Can employers provide or facilitate tax-free Uber or Lyft rides?

  • First, Uber or Lyft must actually be a “van pool”. Uber does have an “UberPool” service, and Lyft offers “Lyft Line”, which are meant to carry several passengers in the same direction and would seem to qualify.
  • Second, the vehicle used for the pool must seat at least six adults (not counting the driver). In Boston (where I live), the UberPool service currently maxes out at 4 riders (and would not qualify). In New York City, however, Uber has begun offering UberPool in six-passenger vehicles. So currently UberPool clears this hurdle, but only in some markets. (In fairness to Lyft, I was unable to easily dig up similar information on Lyft Line.)
  • Third, are UberPool and Lyft Line “private or public transit operated”? In spite of the frustratingly unclear series of IRS Information Letters cited above, signs point to “yes”. IRS regulations (which trump Information Letters) require that the pool services be “owned and operated by [a] person in the business of transporting persons for compensation or hire.” This test seems to be satisfied whether the “person” is the corporate entity or the individual driver.

In sum: Lyft and Uber can potentially qualify as tax free benefits, if the cars seat at least six passengers plus a driver. But read on . . .

Anything else to worry about?

Even if the “van pool” hurdle is overcome, there are some administrative issues to consider. While none of these hurdles are insurmountable, they promise to add a layer of hassle for employers. For example:

  • The IRS directs employers to provide vouchers (or something similar) to employees, which the employees may then use to pay for van pools. Cash reimbursements may be used in lieu of vouchers only if vouchers are not readily available. Employers will need to determine whether something like a voucher system can be arranged with Uber or Lyft, and if not, the employer must honor the IRS’ cash reimbursement substantiation rules.
  • If the benefit is provided through pre-tax payroll deductions, advance elections (in writing or electronic) must be made by employees. The employer will need to arrange a system to do so.
  • Employers will need to figure out how to value the Uber or Lyft rides. Generally, the fair market value of the benefit is based on all the facts and circumstances. If a car seats six, but the employee rides alone, should the employee be reimbursed tax free for 1/6 of the fare or the entire fare? Or should the value be based on the value of one seat in an ordinary van pool in the employee’s market? Or the entire fare paid by the employee? Note also that there are a number of vehicle valuation rules under the Internal Revenue Code that may be useful. Each employer should confer with its accountants and tax counsel on this point.
  • Finally, employers need to determine whether it makes sense to offer Uber and Lyft commuter benefits as part of a transportation benefit package. In addition to the added administrative burden, there are optics issues. Proliferation of these policies could cause commuter spending to be redirected from public transportation to Uber and Lyft, creating an argument that the practice is not environmentally forward. Employers should also consider whether any applicable state or municipal laws or ordinances might impact an employer’s transportation benefits.

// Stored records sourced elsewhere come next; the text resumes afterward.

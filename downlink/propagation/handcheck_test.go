package propagation_test

import (
	"encoding/csv"
	"math"
	"os"
	"strconv"
	"testing"

	"slantwise/downlink/propagation"
	"slantwise/orbit/unit"
)

// One path is worked out again from the printed formulas, apart from the package: the
// air of P.835-6, refraction and gas integrated over height in plain steps, rain,
// cloud and scintillation in one line a step, their combination, and the sky's noise.
// 26.25 GHz, circular, at 20° from a site at 35° N, 0.3 km, exceeded for 0.1 %.
const (
	fGHz, elevation, p, latitude, stationKm = 26.25, 20.0, 0.1, 35.0, 0.3
	rate001, rainKm                         = 42.0, 4.1
	liquid5, wet, diameterM, efficiency     = 0.55, 70.0, 3.4, 0.62
)

func rad(deg float64) float64 { return deg * math.Pi / 180 }

// summerAir is P.835-6 Annex 1 §3.1: T in K, dry pressure and vapour pressure in hPa,
// density in g/m³, up to where the gas ends to matter.
func summerAir(h float64) (t, dry, e, rho float64) {
	switch {
	case h < 13:
		t = 294.9838 - 5.2159*h - 0.07109*h*h
	case h < 17:
		t = 215.15
	default:
		t = 215.15 * math.Exp((h-17)*0.008128)
	}
	pressure := 1012.8186 - 111.5569*h + 3.8646*h*h
	if h > 10 {
		pressure = (1012.8186 - 1115.569 + 386.46) * math.Exp(-0.147*(h-10))
	}
	if h <= 15 {
		rho = 14.3542 * math.Exp(-0.4174*h-0.02290*h*h+0.001007*h*h*h)
	}
	e = rho * t / 216.7
	return t, pressure - e, e, rho
}

func lines(t *testing.T, file string) [][]float64 {
	t.Helper()
	f, err := os.Open(file)
	if err != nil {
		t.Fatal(err)
	}
	defer func() { _ = f.Close() }()
	records, err := csv.NewReader(f).ReadAll()
	if err != nil {
		t.Fatal(err)
	}
	var all [][]float64
	for _, r := range records[1:] {
		var row []float64
		for _, c := range r {
			v, err := strconv.ParseFloat(c, 64)
			if err != nil {
				t.Fatal(err)
			}
			row = append(row, v)
		}
		all = append(all, row)
	}
	return all
}

// gamma is P.676-13 Annex 1 equations (1) to (9).
func gamma(oxygen, vapour [][]float64, tK, dry, e float64) float64 {
	theta := 300 / tK
	var n float64
	for _, l := range oxygen {
		s := l[1] * 1e-7 * dry * math.Pow(theta, 3) * math.Exp(l[2]*(1-theta))
		w := l[3] * 1e-4 * (dry*math.Pow(theta, 0.8-l[4]) + 1.1*e*theta)
		w = math.Sqrt(w*w + 2.25e-6)
		d := (l[5] + l[6]*theta) * 1e-4 * (dry + e) * math.Pow(theta, 0.8)
		n += s * fGHz / l[0] * ((w-d*(l[0]-fGHz))/(math.Pow(l[0]-fGHz, 2)+w*w) + (w-d*(l[0]+fGHz))/(math.Pow(l[0]+fGHz, 2)+w*w))
	}
	d := 5.6e-4 * (dry + e) * math.Pow(theta, 0.8)
	n += fGHz * dry * theta * theta * (6.14e-5/(d*(1+math.Pow(fGHz/d, 2))) + 1.4e-12*dry*math.Pow(theta, 1.5)/(1+1.9e-5*math.Pow(fGHz, 1.5)))
	for _, l := range vapour {
		s := l[1] * 0.1 * e * math.Pow(theta, 3.5) * math.Exp(l[2]*(1-theta))
		w := l[3] * 1e-4 * (dry*math.Pow(theta, l[4]) + l[5]*e*math.Pow(theta, l[6]))
		w = 0.535*w + math.Sqrt(0.217*w*w+2.1316e-12*l[0]*l[0]/theta)
		n += s * fGHz / l[0] * (w/(math.Pow(l[0]-fGHz, 2)+w*w) + w/(math.Pow(l[0]+fGHz, 2)+w*w))
	}
	return 0.1820 * fGHz * n
}

// gasByHand integrates along the ray: its elevation at height h follows from
// n r cos(el) = const (P.676-13 Annex 1 §2.2), and dx = dh/sin(el). The apparent
// elevation is the geometric one raised by the bending, the integral of -dn/n cot(el).
func gasByHand(t *testing.T, elevation float64) float64 {
	oxygen, vapour := lines(t, "data/p676_13_oxygen_lines.csv"), lines(t, "data/p676_13_water_vapour_lines.csv")
	index := func(h float64) float64 {
		tK, dry, e, _ := summerAir(h)
		return 1 + 1e-6*(77.6*dry/tK+72*e/tK+3.75e5*e/(tK*tK))
	}
	const step, top = 0.025, 47.0
	apparent := elevation
	var attenuation float64
	for range 6 { // the bending changes little with the angle: this converges, slowest at 2°
		constant := index(stationKm) * (6371 + stationKm) * math.Cos(rad(apparent))
		attenuation = 0
		var bending float64
		for h := stationKm + step/2; h < top; h += step {
			el := math.Acos(constant / (index(h) * (6371 + h)))
			tK, dry, e, _ := summerAir(h)
			attenuation += gamma(oxygen, vapour, tK, dry, e) * step / math.Sin(el)
			bending += (index(h-step/2) - index(h+step/2)) / math.Tan(el)
		}
		apparent = elevation + bending*180/math.Pi
	}
	return attenuation
}

func rainByHand() float64 {
	x := math.Log10(fGHz)
	g := func(a, b, c float64) float64 { return a * math.Exp(-math.Pow((x-b)/c, 2)) }
	kH := math.Pow(10, g(-5.33980, -0.10008, 1.13098)+g(-0.35351, 1.26970, 0.45400)+g(-0.23789, 0.86036, 0.15354)+g(-0.94158, 0.64552, 0.16817)-0.18961*x+0.71147)
	kV := math.Pow(10, g(-3.80595, 0.56934, 0.81061)+g(-3.44965, -0.22911, 0.51059)+g(-0.39902, 0.73042, 0.11899)+g(0.50167, 1.07319, 0.27195)-0.16398*x+0.63297)
	aH := g(-0.14318, 1.82442, -0.55187) + g(0.29591, 0.77564, 0.19822) + g(0.32177, 0.63773, 0.13164) + g(-5.37610, -0.96230, 1.47828) + g(16.1721, -3.29980, 3.43990) + 0.67849*x - 1.95537
	aV := g(-0.07771, 2.33840, -0.76284) + g(0.56727, 0.95545, 0.54039) + g(-0.20238, 1.14520, 0.26809) + g(-48.2991, 0.791669, 0.116226) + g(48.5833, 0.791459, 0.116479) - 0.053739*x + 0.83433
	k := (kH + kV) / 2 // circular: cos(2 x 45°) is 0
	alpha := (kH*aH + kV*aV) / (2 * k)
	s, c := math.Sin(rad(elevation)), math.Cos(rad(elevation))
	h := rainKm - stationKm
	lg := h / s * c
	gr := k * math.Pow(rate001, alpha)
	r := 1 / (1 + 0.78*math.Sqrt(lg*gr/fGHz) - 0.38*(1-math.Exp(-2*lg)))
	lr := h / s
	if math.Atan(h/(lg*r)) > rad(elevation) {
		lr = lg * r / c
	}
	v := 1 / (1 + math.Sqrt(s)*(31*(1-math.Exp(-elevation/(1+36-latitude)))*math.Sqrt(lr*gr)/(fGHz*fGHz)-0.45))
	a001 := gr * lr * v
	beta := -0.005*(latitude-36) + 1.8 - 4.25*s // under 25° and 36°
	return a001 * math.Pow(p/0.01, -(0.655+0.033*math.Log(p)-0.045*math.Log(a001)-beta*(1-p)*s))
}

func cloudByHand() float64 {
	const tK = 273.75
	theta := 300 / tK
	e0 := 77.66 + 103.3*(theta-1)
	e1, e2 := 0.0671*e0, 3.52
	fp := 20.20 - 146*(theta-1) + 316*(theta-1)*(theta-1)
	fs := 39.8 * fp
	im := fGHz*(e0-e1)/(fp*(1+math.Pow(fGHz/fp, 2))) + fGHz*(e1-e2)/(fs*(1+math.Pow(fGHz/fs, 2)))
	re := (e0-e1)/(1+math.Pow(fGHz/fp, 2)) + (e1-e2)/(1+math.Pow(fGHz/fs, 2)) + e2
	eta := (2 + re) / im
	kl := 0.819 * fGHz / (im * (1 + eta*eta))
	kl *= 0.1522*math.Exp(-math.Pow(fGHz+23.9589, 2)/3.2991e3) + 11.51*math.Exp(-math.Pow(fGHz-219.2096, 2)/2.7595e6) - 10.4912
	return kl * liquid5 / math.Sin(rad(elevation))
}

func scintillationByHand() float64 {
	s := math.Sin(rad(elevation))
	l := 2 * 1000 / (math.Sqrt(s*s+2.35e-4) + s)
	x := 1.22 * efficiency * diameterM * diameterM * fGHz / l
	g := math.Sqrt(3.86*math.Pow(x*x+1, 11.0/12)*math.Sin(11.0/6*math.Atan(1/x)) - 7.08*math.Pow(x, 5.0/6))
	sigma := (3.6e-3 + 1e-4*wet) * math.Pow(fGHz, 7.0/12) * g / math.Pow(s, 1.2)
	lp := math.Log10(p)
	return (-0.061*lp*lp*lp + 0.072*lp*lp - 1.71*lp + 3.0) * sigma
}

func TestOnePathByHand(t *testing.T) {
	rate, rainHeight, wetN := propagation.RainRate(rate001), unit.Length(rainKm)*unit.Kilometre, wet
	cloud, err := propagation.NewCurve("cloud", "kg/m2", propagation.Exceeded{P: 5 * propagation.Percent, Value: liquid5})
	if err != nil {
		t.Fatal(err)
	}
	path, err := propagation.NewPath(propagation.PathSpec{
		Frequency: fGHz * unit.Gigahertz, Exceedance: p * propagation.Percent, Tilt: 45 * unit.Degree,
		Aperture: &propagation.Aperture{Diameter: diameterM, Efficiency: efficiency},
		Climate: propagation.Climate{Latitude: latitude * unit.Degree, Height: stationKm * unit.Kilometre, Season: propagation.Summer,
			Rate001: &rate, RainHeight: &rainHeight, CloudWater: cloud, WetRefractivity: &wetN},
	})
	if err != nil {
		t.Fatal(err)
	}
	got, err := path.At(elevation * unit.Degree)
	if err != nil {
		t.Fatal(err)
	}
	sky, err := path.Sky(elevation * unit.Degree)
	if err != nil {
		t.Fatal(err)
	}
	for _, el := range []float64{2, 7, 90} { // gas again where the ray bends much, and where it does not
		s, err := path.At(unit.Angle(el) * unit.Degree)
		if err != nil {
			t.Fatal(err)
		}
		if want := gasByHand(t, el); math.Abs(float64(s.Gas)-want) > 0.01 {
			t.Errorf("gas at %g deg: got %.5f dB, by hand %.5f dB", el, s.Gas, want)
		}
	}
	gas, cl, rain, sc := gasByHand(t, elevation), cloudByHand(), rainByHand(), scintillationByHand()
	total := gas + math.Sqrt((rain+cl)*(rain+cl)+sc*sc)
	surface, _, _, _ := summerAir(stationKm)
	galaxy := 290 * math.Pow(10, (52-46)/10.0) * math.Pow(26250/100.0, -2.75)
	passed := math.Pow(10, -(gas+cl+rain)/10)
	noise := (37.34+0.81*surface)*(1-passed) + (2.7+galaxy)*passed
	for _, c := range []struct {
		what           string
		got, want, tol float64
	}{
		{"gas, dB", float64(got.Gas), gas, 0.01}, {"cloud, dB", float64(got.Cloud), cl, 0.01}, {"rain, dB", float64(got.Rain), rain, 0.01},
		{"scintillation, dB", float64(got.Scintillation), sc, 0.01}, {"total, dB", float64(got.Total), total, 0.01},
		{"combination, dB", float64(got.Combination), gas + cl + rain + sc - total, 0.01}, {"sky, K", sky.Weather.Kelvins(), noise, 0.1},
	} {
		t.Logf("%s: %.5f, by hand %.5f", c.what, c.got, c.want)
		if d := math.Abs(c.got - c.want); !(d <= c.tol) {
			t.Errorf("%s: got %.5f, by hand %.5f, difference %.2g over %g", c.what, c.got, c.want, d, c.tol)
		}
	}
}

Based on current guidance, it appears that rides provided to commuters by Uber, Lyft and their competitors may, in some cases, be framed as tax-favored commuter benefits. However, it remains to be seen whether the IRS will take steps to curtail this practice. Employers should carefully consider IRS guidance and administrative concerns, and consult with counsel, before including Uber and Lyft in their transit reimbursement benefits.